Networked SIS Epidemics with Awareness
Keith Paarporn, Ceyhun Eksin, Joshua S. Weitz, Jeff S. Shamma
TL;DR
The paper analyzes networked SIS epidemics where agents adjust contact patterns based on prevalence-based awareness from local and global information. It develops a mean-field approximation showing the epidemic threshold remains the same as in the benchmark model, while nontrivial fixed points are reduced under awareness. A monotone coupling framework provides a stochastic comparison that yields explicit reductions in epidemic-cost metrics and proves that awareness cannot improve the persistence threshold. Simulations on geometric, Erdős-Rényi, and scale-free graphs reveal that local (neighborhood) awareness is most effective early in an outbreak and that network structure critically shapes the spread and final size. The findings offer insights for designing information and distancing strategies in interconnected populations.
Abstract
We study an SIS epidemic process over a static contact network where the nodes have partial information about the epidemic state. They react by limiting their interactions with their neighbors when they believe the epidemic is currently prevalent.

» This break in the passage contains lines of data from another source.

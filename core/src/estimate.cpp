#include "tailwise/estimate.h"

#include <Eigen/Cholesky>
#include <Eigen/Eigenvalues>

#include <algorithm>
#include <atomic>
#include <cassert>
#include <cmath>
#include <cstdio>
#include <thread>
#include <vector>

namespace tailwise {

Eigen::VectorXd sampleMean(const Eigen::MatrixXd &returns)
{
    return returns.colwise().mean().transpose();
}

namespace {

// scale · AᵀA for the n × k matrix A, symmetric: only the lower triangle is computed (a symmetric
// rank-k update), then mirrored. A large product is cut into column panels of about equal work,
// each its diagonal block (a rank update) and the block below it (one matrix product), shared
// among the hardware threads. The panels depend on k alone, not on the thread count, so the
// figures are the same however many threads there are.
Eigen::MatrixXd scaledCrossProduct(const Eigen::MatrixXd &a, double scale)
{
    const Eigen::Index k = a.cols();
    Eigen::MatrixXd out = Eigen::MatrixXd::Zero(k, k);
    // Below about 2·10⁷ multiply-adds a thread costs more than it saves (common practice: a
    // thread start is tens of microseconds).
    const double work = static_cast<double>(a.rows()) * static_cast<double>(k) * static_cast<double>(k) / 2.0;
    const int threads = static_cast<int>(std::max(1u, std::thread::hardware_concurrency()));
    if (work < 2e7 || k < 64) {
        out.selfadjointView<Eigen::Lower>().rankUpdate(a.transpose(), scale);
    } else {
        // Panel p covers columns [edge[p], edge[p+1]); the lower triangle to the right of column c
        // holds (k − c)²/2 entries, so equal work means edges at k(1 − √(1 − p/P)).
        constexpr int panels = 8;
        std::vector<Eigen::Index> edge(panels + 1);
        for (int p = 0; p <= panels; ++p)
            edge[static_cast<std::size_t>(p)] = static_cast<Eigen::Index>(
                std::llround(static_cast<double>(k) * (1.0 - std::sqrt(1.0 - static_cast<double>(p) / panels))));
        std::atomic<int> next{0};
        auto worker = [&] {
            for (int p; (p = next.fetch_add(1)) < panels;) {
                const Eigen::Index c0 = edge[static_cast<std::size_t>(p)];
                const Eigen::Index width = edge[static_cast<std::size_t>(p) + 1] - c0;
                if (width == 0)
                    continue;
                const auto panel = a.middleCols(c0, width);
                out.block(c0, c0, width, width).selfadjointView<Eigen::Lower>().rankUpdate(panel.transpose(), scale);
                const Eigen::Index below = k - c0 - width;
                if (below > 0)
                    out.block(c0 + width, c0, below, width).noalias() = scale * (a.rightCols(below).transpose() * panel);
            }
        };
        std::vector<std::jthread> pool;
        for (int t = 1; t < std::min(threads, panels); ++t)
            pool.emplace_back(worker);
        worker();
    } // the pool joins before the mirror below
    out.triangularView<Eigen::StrictlyUpper>() = out.transpose();
    return out;
}

} // namespace

Eigen::MatrixXd sampleCovariance(const Eigen::MatrixXd &returns)
{
    const Eigen::Index n = returns.rows();
    assert(n >= 2);
    const Eigen::MatrixXd centred = returns.rowwise() - returns.colwise().mean();
    return scaledCrossProduct(centred, 1.0 / static_cast<double>(n - 1));
}

Eigen::MatrixXd ewmaCovariance(const Eigen::MatrixXd &returns, double lambda)
{
    const Eigen::Index n = returns.rows();
    assert(n >= 1 && lambda > 0.0 && lambda < 1.0);
    // Row t (0 = oldest) is k = n−1−t days old and has weight (1−λ)λ^k / (1−λ^n).
    const double norm = -std::expm1(static_cast<double>(n) * std::log(lambda)); // 1 − λ^n
    Eigen::VectorXd sqrtWeight(n);
    for (Eigen::Index t = 0; t < n; ++t) {
        const double k = static_cast<double>(n - 1 - t);
        sqrtWeight(t) = std::sqrt((1.0 - lambda) * std::pow(lambda, k) / norm);
    }
    const Eigen::MatrixXd weighted = sqrtWeight.asDiagonal() * returns;
    return scaledCrossProduct(weighted, 1.0);
}

bool isPositiveDefinite(const Eigen::MatrixXd &matrix)
{
    Eigen::LLT<Eigen::MatrixXd> llt(matrix);
    return llt.info() == Eigen::Success;
}

Eigen::MatrixXd clipEigenvalues(const Eigen::MatrixXd &matrix, double relativeFloor)
{
    Eigen::SelfAdjointEigenSolver<Eigen::MatrixXd> solver(matrix);
    Eigen::VectorXd values = solver.eigenvalues();
    const double largest = values.size() > 0 ? std::max(0.0, values.maxCoeff()) : 0.0;
    const double floor = largest * relativeFloor;
    values = values.cwiseMax(floor);
    Eigen::MatrixXd repaired = solver.eigenvectors() * values.asDiagonal() * solver.eigenvectors().transpose();
    return 0.5 * (repaired + repaired.transpose());
}

Moments estimateMoments(const Eigen::MatrixXd &returns, CovarianceEstimator estimator, double lambda, MeanModel mean)
{
    Moments m;
    m.covariance = estimator == CovarianceEstimator::Ewma ? ewmaCovariance(returns, lambda) : sampleCovariance(returns);
    m.mean = mean == MeanModel::Sample ? sampleMean(returns) : Eigen::VectorXd::Zero(returns.cols());
    if (m.covariance.size() > 0 && !isPositiveDefinite(m.covariance)) {
        if (m.covariance.cwiseAbs().maxCoeff() == 0.0) {
            m.warnings.push_back("every return in the window is zero: the covariance is zero and VaR reflects the mean only");
        } else {
            Eigen::SelfAdjointEigenSolver<Eigen::MatrixXd> solver(m.covariance, Eigen::EigenvaluesOnly);
            const double lowest = solver.eigenvalues().minCoeff();
            m.covariance = clipEigenvalues(m.covariance);
            m.repaired = true;
            char buffer[200];
            std::snprintf(buffer, sizeof buffer,
                          "the covariance was not positive definite (lowest eigenvalue %.3g): eigenvalues were "
                          "raised to a small floor to repair it",
                          lowest);
            m.warnings.push_back(buffer);
        }
    }
    return m;
}

} // namespace tailwise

A node's awareness is weighted by the fraction of infected neighbors in their social network, and a global broadcast of the fraction of infected nodes in the entire network. The dynamics of the benchmark (no awareness) and awareness models are described by discrete-time Markov chains, from which mean-field approximations (MFA) are derived. The states of the MFA are interpreted as the nodes' probabilities of being infected. We show a sufficient condition for existence of a "metastable", or endemic, state of the awareness model coincides with that of the benchmark model. Furthermore, we use a coupling technique to give a full stochastic comparison analysis between the two chains, which serves as a probabilistic analogue to the MFA analysis. In particular, we show that adding awareness reduces the expectation of any epidemic metric on the space of sample paths, e.g. eradication time or total infections. We characterize the reduction in expectations in terms of the coupling distribution. In simulations, we evaluate the effect social distancing has on contact networks from different random graph families (geometric, Erdős-Renyi, and scale-free random networks).